There was a locked drawer under the coat closet where Tabor kept his electronics manuals and his military forty-five automatic. He took the pistol out, inserted a clip and went back into the kitchen.
With the gun in his right hand, he gathered up as many of the hamburgers as he could manage with his left and went to the bedroom.
“Meat trip,” he said.
She had the blue curtains drawn against the morning light. The covers were pulled up over her ears; in the space between her pillow and the wall were a rolled magazine and a spilled ashtray that had fouled the sheet with butts. Tabor moved around her bed, delicately setting hamburger patties at neat intervals along the edge.
“Kathy,” he called softly.
She stirred.
“I killed the dogs,” he said.
“You did what?” she said, and as she came awake she saw
the little circle of meat in front of her.
She started to turn over; Tabor let her see the barrel of the gun and forced her back down on the pillow with its weight.
“Pab,” she said, in a small broken voice. He held the gun against the ridge of bone beside her eye and let her listen to the tiny click the safety made when he released it.
She had begun to tremble and to cry. Her nose was scarcely two inches from the waxed-paper edge of the hamburger in front of her.
“You want to go out on a meat trip, Kathy? Just you and all those ratburgers all over hell?”
“Oh, God,” she whispered. “Oh, Pab.”
He was thinking that when he had pressed the safety the thing was as good as done. If I moved, he thought, it would be like the dogs.
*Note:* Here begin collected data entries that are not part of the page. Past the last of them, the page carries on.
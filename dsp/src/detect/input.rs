//! Input stage: raw ADC codes or floats to scaled samples, with fault counting.
//!
//! `x_c = code_c · scale_c` (i32 codes from 16- or 24-bit converters) or
//! `x_c = v_c · scale_c` (f32). A code at or beyond ±full scale counts as
//! clipped (the sample is still used: the converter saturated, the waveform is
//! distorted); a NaN or infinite sample counts as non-finite and is replaced by
//! zero so it never reaches a phasor.

use crate::error::{ConfigError, Param};

/// Per-channel input scaling and the converter's full scale.
#[derive(Clone, Copy, Debug, PartialEq)]
#[cfg_attr(feature = "defmt", derive(defmt::Format))]
pub struct InputScale<const N: usize> {
    /// Multiplier per channel: field or volt units per code (or per f32 input unit).
    pub scale: [f32; N],
    /// Largest positive code of the converter (2^(bits−1) − 1).
    pub full_scale_code: i32,
    /// Full scale of f32 input, in input units before `scale` (1.0 for a sound card).
    pub full_scale: f32,
}

impl<const N: usize> InputScale<N> {
    /// Unit scale, for a converter of `bits` bits (8 to 32); f32 input full scale 1.0.
    pub fn unity(bits: u32) -> Self {
        let b = bits.clamp(8, 32);
        let fsc = if b >= 32 { i32::MAX } else { (1i64 << (b - 1)) as i32 - 1 };
        Self { scale: [1.0; N], full_scale_code: fsc, full_scale: 1.0 }
    }

    /// Check scales are finite and non-zero and full scales positive.
    pub fn validate(&self) -> Result<(), ConfigError> {
        for &s in self.scale.iter() {
            if !s.is_finite() || s == 0.0 {
                return Err(ConfigError { param: Param::ChannelScale, value: s, min: f32::MIN_POSITIVE, max: f32::MAX });
            }
        }
        ConfigError::check(Param::FullScale, self.full_scale, f32::MIN_POSITIVE, f32::MAX)?;
        ConfigError::check(Param::FullScale, self.full_scale_code as f32, 1.0, i32::MAX as f32)?;
        Ok(())
    }
}

/// Per-channel counts over one readout interval.
#[derive(Clone, Copy, Debug, PartialEq)]
#[cfg_attr(feature = "defmt", derive(defmt::Format))]
pub struct ChannelStats<const N: usize> {
    /// Samples at or beyond full scale.
    pub clipped: [u32; N],
    /// NaN or infinite samples (replaced by zero).
    pub non_finite: [u32; N],
    /// Largest |sample| as a fraction of full scale (0 … ≥1).
    pub peak_fraction: [f32; N],
    /// Samples counted.
    pub samples: u32,
}

impl<const N: usize> ChannelStats<N> {
    /// All zero.
    pub const fn new() -> Self {
        Self { clipped: [0; N], non_finite: [0; N], peak_fraction: [0.0; N], samples: 0 }
    }

    /// Any clipping on any channel.
    pub fn any_clipped(&self) -> bool {
        self.clipped.iter().any(|&c| c > 0)
    }

    /// Any non-finite sample on any channel.
    pub fn any_non_finite(&self) -> bool {
        self.non_finite.iter().any(|&c| c > 0)
    }
}

impl<const N: usize> Default for ChannelStats<N> {
    fn default() -> Self {
        Self::new()
    }
}

impl<const N: usize> InputScale<N> {
    /// Convert codes, updating `stats`.
    #[inline]
    pub fn codes(&self, codes: &[i32; N], stats: &mut ChannelStats<N>) -> [f32; N] {
        let mut out = [0.0; N];
        let fsc = self.full_scale_code;
        let inv = 1.0 / fsc as f32;
        for c in 0..N {
            let k = codes[c];
            if k >= fsc || k <= -fsc {
                stats.clipped[c] += 1;
            }
            let frac = libm::fabsf(k as f32) * inv;
            if frac > stats.peak_fraction[c] {
                stats.peak_fraction[c] = frac;
            }
            let y = k as f32 * self.scale[c];
            if y.is_finite() {
                out[c] = y;
            } else {
                stats.non_finite[c] += 1;
            }
        }
        stats.samples += 1;
        out
    }

    /// Statistics of a block of codes already mixed, from the OR of their
    /// one's-complement magnitudes `or` (`k ^ (k >> 31)`: `k` for `k ≥ 0`,
    /// `|k| − 1` below). With b the highest set bit of the OR, every code obeys
    /// `|k| ≤ 2^(b+1)`, and some code has `|k| ≥ 2^b`. Blocks that may reach full
    /// scale are recounted exactly (clipping counts and the true peak); for the
    /// rest the peak is the bound `2^(b+1)`, at most twice the true peak (one code
    /// for a block of zeros, which the OR cannot tell from −1), and nothing can be
    /// clipped. (For a 24-bit converter the recount starts at 2^22, half of full scale.)
    ///
    /// ```
    /// use undertone_dsp::detect::input::{ChannelStats, InputScale};
    /// let scale = InputScale::<1>::unity(24); // full scale ±8 388 607
    /// let frames = [[8_388_607], [-3], [12]];
    /// let or = frames.iter().fold([0u32], |o, f| [o[0] | (f[0] ^ (f[0] >> 31)) as u32]);
    /// let mut stats = ChannelStats::new();
    /// scale.code_stats(&frames, &or, &mut stats);
    /// assert_eq!((stats.clipped[0], stats.samples), (1, 3));
    /// assert_eq!(stats.peak_fraction[0], 1.0);
    /// ```
    pub fn code_stats(&self, frames: &[[i32; N]], or: &[u32; N], stats: &mut ChannelStats<N>) {
        let fsc = self.full_scale_code;
        // A code clips when its magnitude term reaches fsc − 1 (k ≤ −fsc) or fsc (k ≥ fsc), so
        // an OR below the highest power of two not above fsc − 1 proves nothing clipped
        // (fsc = 1: always recount).
        let lim = (fsc as u32).saturating_sub(1);
        let top = if lim == 0 { 0 } else { 1u32 << (31 - lim.leading_zeros()) };
        let inv = 1.0 / fsc as f32;
        for c in 0..N {
            let peak = if or[c] >= top {
                let mut m = 0u32;
                for f in frames {
                    let k = f[c];
                    if k >= fsc || k <= -fsc {
                        stats.clipped[c] += 1;
                    }
                    m = m.max(k.unsigned_abs());
                }
                m
            } else {
                // or < top ≤ 2^30, so the shift stays below 31.
                1u32 << (32 - or[c].leading_zeros())
            };
            let frac = peak as f32 * inv;
            if frac > stats.peak_fraction[c] {
                stats.peak_fraction[c] = frac;
            }
        }
        stats.samples += frames.len() as u32;
    }

    /// Convert floats, updating `stats`.
    #[inline]
    pub fn floats(&self, v: &[f32; N], stats: &mut ChannelStats<N>) -> [f32; N] {
        let mut out = [0.0; N];
        let inv = 1.0 / self.full_scale;
        for c in 0..N {
            let x = v[c];
            if !x.is_finite() {
                stats.non_finite[c] += 1;
                continue;
            }
            let frac = libm::fabsf(x) * inv;
            if frac >= 1.0 {
                stats.clipped[c] += 1;
            }
            if frac > stats.peak_fraction[c] {
                stats.peak_fraction[c] = frac;
            }
            // Saturate at full scale, as the converter would.
            let x = x.clamp(-self.full_scale, self.full_scale);
            let y = x * self.scale[c];
            out[c] = if y.is_finite() { y } else { 0.0 };
        }
        stats.samples += 1;
        out
    }
}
“Shall I count off for you? You want to read one of them Jehovah books before you go out?” He reached behind him and pulled a little chair nearer the bed and sat down on it. “No use in getting out of bed, baby. ’cause it’s good-night time.”
He watched her mouth convulse as she tried to breathe, to speak. Like the dogs, he thought.
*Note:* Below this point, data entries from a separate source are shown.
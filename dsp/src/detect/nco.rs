//! Quadrature reference oscillator shared by every coil.
//!
//! Produces `e^{−jωn}` for the absolute sample index `n`. The frequency is held
//! as a 32-bit phase increment (`step = round(f/fs·2³²)`, a resolution of
//! `fs/2³²`, 4 µHz at 16 kHz), so the exact phase of any sample is the integer
//! `(n mod 2³²)·step mod 2³²`. The oscillator is set to that exact phase every
//! [`RESYNC`] samples (one `sinf`/`cosf` pair) and stepped in between by an f32
//! complex rotation `e^{−jω}`, whose rounding (about 6e-8 per step in
//! magnitude and angle) cannot build up beyond about 1.5e-5 in that span. Integer and single-precision only, so the
//! Cortex-M4F and the PC compute the same values.

use crate::phasor::C32;

/// Samples between exact re-synchronisations of the oscillator.
pub const RESYNC: u32 = 256;

/// Oscillator at a fixed frequency.
#[derive(Clone, Copy, Debug, PartialEq)]
pub struct Nco {
    step: u32,
    rotor: C32,
    /// Current value `e^{−jωn}`.
    pub value: C32,
}

/// The 32-bit phase increment for `cycles` per sample (wrapped into [0, 1)).
pub fn phase_step(cycles: f64) -> u32 {
    let c = cycles - libm::floor(cycles);
    (libm::round(c * 4_294_967_296.0) as u64 & 0xFFFF_FFFF) as u32
}

/// The frequency a phase increment really has, cycles per sample.
pub fn step_cycles(step: u32) -> f64 {
    step as f64 / 4_294_967_296.0
}

impl Nco {
    /// New oscillator at `cycles` per sample (f/fs), at n = 0.
    pub fn new(cycles: f64) -> Self {
        let step = phase_step(cycles);
        Self { step, rotor: reference_at(step, 1), value: C32::new(1.0, 0.0) }
    }

    /// Phase increment.
    pub fn step_value(&self) -> u32 {
        self.step
    }

    /// The per-sample rotation `e^{−jω}`.
    #[inline(always)]
    pub fn rotor(&self) -> C32 {
        self.rotor
    }

    /// Advance one sample.
    #[inline(always)]
    pub fn step(&mut self) {
        self.value *= self.rotor;
    }

    /// Set the value exactly for absolute sample index `n`.
    pub fn sync(&mut self, n: u64) {
        self.value = reference_at(self.step, n);
    }
}

/// `e^{−j2π·phase/2³²}` with `phase = (n mod 2³²)·step mod 2³²`.
pub fn reference_at(step: u32, n: u64) -> C32 {
    let phase = (n as u32).wrapping_mul(step);
    // Map to (−π, π] so the f32 argument keeps full relative precision.
    let turns = phase as i32 as f32 * (1.0 / 4_294_967_296.0);
    let ph = -core::f32::consts::TAU * turns;
    let (s, c) = crate::trigf::sin_cos(ph);
    C32::new(c, s)
}
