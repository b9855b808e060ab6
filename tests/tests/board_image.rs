//! The board image builds for `thumbv7em-none-eabihf` and fits its budget
//! (128 KiB of flash, 32 KiB of static RAM), as `cargo board` reports it.
//!
//! Without the board target the test is listed as ignored with the reason
//! (`rustup target add thumbv7em-none-eabihf`, or `cargo board`, which installs
//! it); `UNDERTONE_REQUIRE_QEMU=1` (set by `.ci/run`) makes it mandatory.

use undertone_tests::target::{build_board, image_size, FLASH_BUDGET, RAM_BUDGET};

#[test]
#[cfg_attr(
    undertone_no_target,
    ignore = "board build NOT RUN: the thumbv7em-none-eabihf target is not installed (run `cargo board`, which installs it)"
)]
fn board_image_builds_within_its_budget() {
    // In `target/board/` (the `cargo test` that runs this holds `target/`), where `cargo board`
    // builds too.
    let elf = build_board().unwrap_or_else(|e| panic!("{e}"));
    let size = image_size(&std::fs::read(&elf).unwrap()).unwrap();
    println!("board image: flash {} bytes of {}, static RAM {} bytes of {}", size.flash, FLASH_BUDGET, size.ram, RAM_BUDGET);
    assert!(size.flash <= FLASH_BUDGET, "flash {} bytes over the budget of {}", size.flash, FLASH_BUDGET);
    assert!(size.ram <= RAM_BUDGET, "static RAM {} bytes over the budget of {}", size.ram, RAM_BUDGET);
}
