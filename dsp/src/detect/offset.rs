//! Frequency offset of the received tone from the set frequency.
//!
//! Phasors are referenced to `cos(ω0·n)`, so a tone at `f0 + Δf` rotates by
//! `2π·Δf·T` between readouts `T` seconds apart. With `P_c[k]` the phasor of
//! coil `c` at readout `k`, `z[k] = Σ_c P_c[k]·conj(P_c[k−1])` has that angle on
//! every coil whatever its sign, weighted by power. `z` is smoothed
//! (`z̄ ← z̄ + β(z − z̄)`, on unit phasors) and `Δf = arg(z̄)/(2πT)`, unambiguous
//! within ±1/(2T).
//!
//! Its uncertainty: the mean resultant length `R = |z̄|` of the smoothed unit
//! phasors gives the spread of the per-readout angle, `σ_θ = √(−2 ln R)` (the
//! wrapped normal distribution; Mardia & Jupp, *Directional Statistics*, 2000,
//! §3.5.7, from memory), and the average of about `(2 − β)/β` of them has
//! `σ_θ·√(β/(2 − β))`, so `σ_Δf = σ_θ·√(β/(2 − β))/(2πT)`.

use crate::phasor::{Phasor, C32};

/// Fraction of the detection bandwidth an offset may take before it is flagged.
pub const OFFSET_FLAG_FRACTION: f32 = 0.25;

/// Running estimate of the tone's frequency offset.
#[derive(Clone, Copy, Debug, PartialEq)]
pub struct OffsetEstimator<const N: usize> {
    prev: [C32; N],
    have_prev: bool,
    z: C32,
    beta: f32,
    interval_s: f32,
}

impl<const N: usize> OffsetEstimator<N> {
    /// Readouts `interval_s` apart, smoothing over about `1/beta` readouts.
    pub fn new(interval_s: f32, beta: f32) -> Self {
        Self { prev: [C32::ZERO; N], have_prev: false, z: C32::ZERO, beta, interval_s }
    }

    /// Feed a readout's phasors; returns the current offset estimate in Hz.
    pub fn update(&mut self, p: &[C32; N]) -> f32 {
        if self.have_prev {
            let mut z = C32::ZERO;
            for c in 0..N {
                z += p[c] * self.prev[c].conj();
            }
            // Normalise so a strong reading does not swamp the average's time constant.
            // A product below the normal f32 range carries no usable phase, and 1/m
            // would overflow: skipped.
            let m = z.magnitude();
            if m >= f32::MIN_POSITIVE && m.is_finite() {
                let u = z.scale(1.0 / m);
                self.z += (u - self.z).scale(self.beta);
            }
        }
        if p.iter().all(|v| v.is_finite()) {
            self.prev = *p;
            self.have_prev = true;
        }
        self.offset_hz()
    }

    /// One-sigma of the current estimate, Hz (infinite before two readouts).
    pub fn offset_sigma_hz(&self) -> f32 {
        let r = self.z.magnitude();
        if !(r > 0.0) {
            return f32::INFINITY;
        }
        let spread = libm::sqrtf((-2.0 * libm::logf(r.min(1.0))).max(0.0));
        spread * libm::sqrtf(self.beta / (2.0 - self.beta)) / (2.0 * core::f32::consts::PI * self.interval_s)
    }

    /// Current estimate, Hz (0 before two readouts).
    pub fn offset_hz(&self) -> f32 {
        if self.z.norm_sqr() == 0.0 {
            return 0.0;
        }
        self.z.angle_rad() / (2.0 * core::f32::consts::PI * self.interval_s)
    }
}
A fecal smell rose from the covers; he lifted them and saw the bottom sheet soiled with bile. He covered her again.
“You fuckin’ little pig,” he said wearily.
The voice broke from her trembling body.
“Baby,” she said. “Oh, baby, please.”
He stood up and put the gun down on the chair. From his wallet he took two singles and dropped them on her covers.
“That there’s for all the good times,” he told her, and picked up the gun and put it in his pocket.
She was still screaming and sobbing when he went out with his bag. It was like a bad dream outside—the traffic on the highway just shooting on by, the derricks across the highway up and down up and down. Craziness. He was weak in the knees; he put the bag in the back seat and walked to the playground to call his son.
“Hey, you gonna drive me now, Daddy?”
“Looks like I ain’t today. I gotta go somewhere, so you can just hang out and play.”
“Neat,” the boy said. “You ain’t goin’ to sea, are ya, Daddy?”
“Yeah, I am,” Tabor said. “The South Sea.”
He leaned on the wire fence and took a deep breath.